Hay ángeles mayores, aunque todavía no hayan ido a la mina, pero que tienen cara de niño, coletas de niña y pantalones ceñidos. Son ángeles que deambulan por todos los pueblos, sin secuelas de pecado original, ángeles soñadores destinados al campo, a las aulas, al paro, abocados algunos al propio extravío. Y todavía hay ángeles mucho mayores, ancianos, que nunca han perdido la sonrisa, la paz del corazón, los ojos grandes de niños buenos, las manos rugosas ya listas para el tembloroso y cercano hasta luego.

Todos los pueblos tienen sus luzbeles: feos, envidiosos, celosos ciegos de la felicidad ajena, que armados de lazos y trampas recorren a diario calles y callejas, engatusando, acorralando, llevándose a los mejores. La carretera, la mina, la meningitis, el cáncer, la mano criminal, la mala hierba que nunca muere, acarrean cada año de diferentes y mortales maneras a cientos de ángeles al abismal ‘pozo’ lorquiano.

Pero los ángeles nunca se van definitivamente, siguen siempre entre nosotros, y sus corazones, en dulces mañanas de mayo, atardeceres tibios del otoño, marzos locos y ventosos, reaparecen en el piar de las golondrinas, en el caprichoso vuelo de los vencejos o el conteo monótono del cuclillo que sigue rondando los pueblos en vuelo sorpresivo, engañoso, cual misterioso mensajero.

Han abandonado la Peña choyas y grajos, y sobrevuelan ahora la Cumbre almas de ángeles sonrientes, escurridizos, ensayando piruetas, caracolas, que llegan a arrancar nuestra sonrisa y aplauso, eco inaudible de sus cenizas derramadas a los cuatro vientos. Los veo entre las nubes, escondidos, juguetones riñuberos, empapando tierras y almas con la cotidiana insistencia de su recuerdo.

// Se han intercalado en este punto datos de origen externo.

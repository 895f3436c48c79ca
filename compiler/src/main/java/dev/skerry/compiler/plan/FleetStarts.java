package dev.skerry.compiler.plan;

import dev.skerry.compiler.lower.Lowering;
import dev.skerry.compiler.milp.Milp;
import dev.skerry.compiler.milp.Variable;
import dev.skerry.compiler.model.Scenario;
import dev.skerry.compiler.model.Target;
import dev.skerry.compiler.model.Vehicle;
import dev.skerry.compiler.solve.SolveOptions;
import dev.skerry.compiler.solve.SolveResult;
import dev.skerry.compiler.solve.SolverBackend;
import java.time.Duration;
import java.util.ArrayList;
import java.util.Collections;
import java.util.HashMap;
import java.util.HashSet;
import java.util.List;
import java.util.Map;
import java.util.Set;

Es posible que hoy algunos me lean incrédulos. ¡Contaba con ellos! Con todos los que todavía no han perdido a un ángel sin el que ya no es posible vivir como antes, al que hay que dar vida para que la nuestra propia no quede sin aliento. Al cubanito cantor yo le pido que no se olvide de pintarnos ‘angelitos negros’, de cara tiznada, de rostro sangriento, de ojos morados, vientres hinchados, sin peso, sin pelo, sin cuerpo, sin nicho conocido ni entierro, porque son ésos los que nos dan vida, eternidad, alas para seguir luchando, para seguir viviendo.

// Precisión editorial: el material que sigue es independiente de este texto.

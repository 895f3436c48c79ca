package dev.skerry.compiler.plan;

import dev.skerry.compiler.milp.Milp;
import dev.skerry.compiler.milp.Row;
import dev.skerry.compiler.milp.VarType;
import dev.skerry.compiler.milp.Variable;
import dev.skerry.compiler.model.Scenario;
import dev.skerry.compiler.solve.SolveOptions;
import dev.skerry.compiler.solve.SolveResult;
import dev.skerry.compiler.solve.SolverBackend;
import java.time.Duration;
import java.util.ArrayList;
import java.util.Arrays;
import java.util.HashMap;
import java.util.HashSet;
import java.util.List;
import java.util.Map;
import java.util.Set;
import java.util.TreeMap;
import java.util.TreeSet;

Queda siempre en los pueblos, flotando en el aire —a pesar de los leviatanes de la enfermedad agresiva, imparable, el accidente siniestro, la mano homicida, la mina, el secuestro— una dulce sonrisa que no puede ser de otros que de los ángeles buenos: Manolín, Gabrielito, Paz y Lorena, Mary, Nunci, Visi, Fausto, millones de querubines de la más dulce compañía, recuerdos enamorados de muchas almas sencillas, gentes de miles de pueblos.

Gabrielito de mi alma, «pescaíto rebonito», media España hoy te venera sabiendo que tienes alas y que te has ido al infinito. Bien tú sabes que llevamos una novena de esperanzas y sorpresas, alentados con tu sonrisa de ángel y tus ojos picaruelos. Te sentimos muy cercano, y cada tarde a la caída, un suave «batir de alas y rumor de besos», nos acerca más a ti y a los más de seis mil ángeles buenos.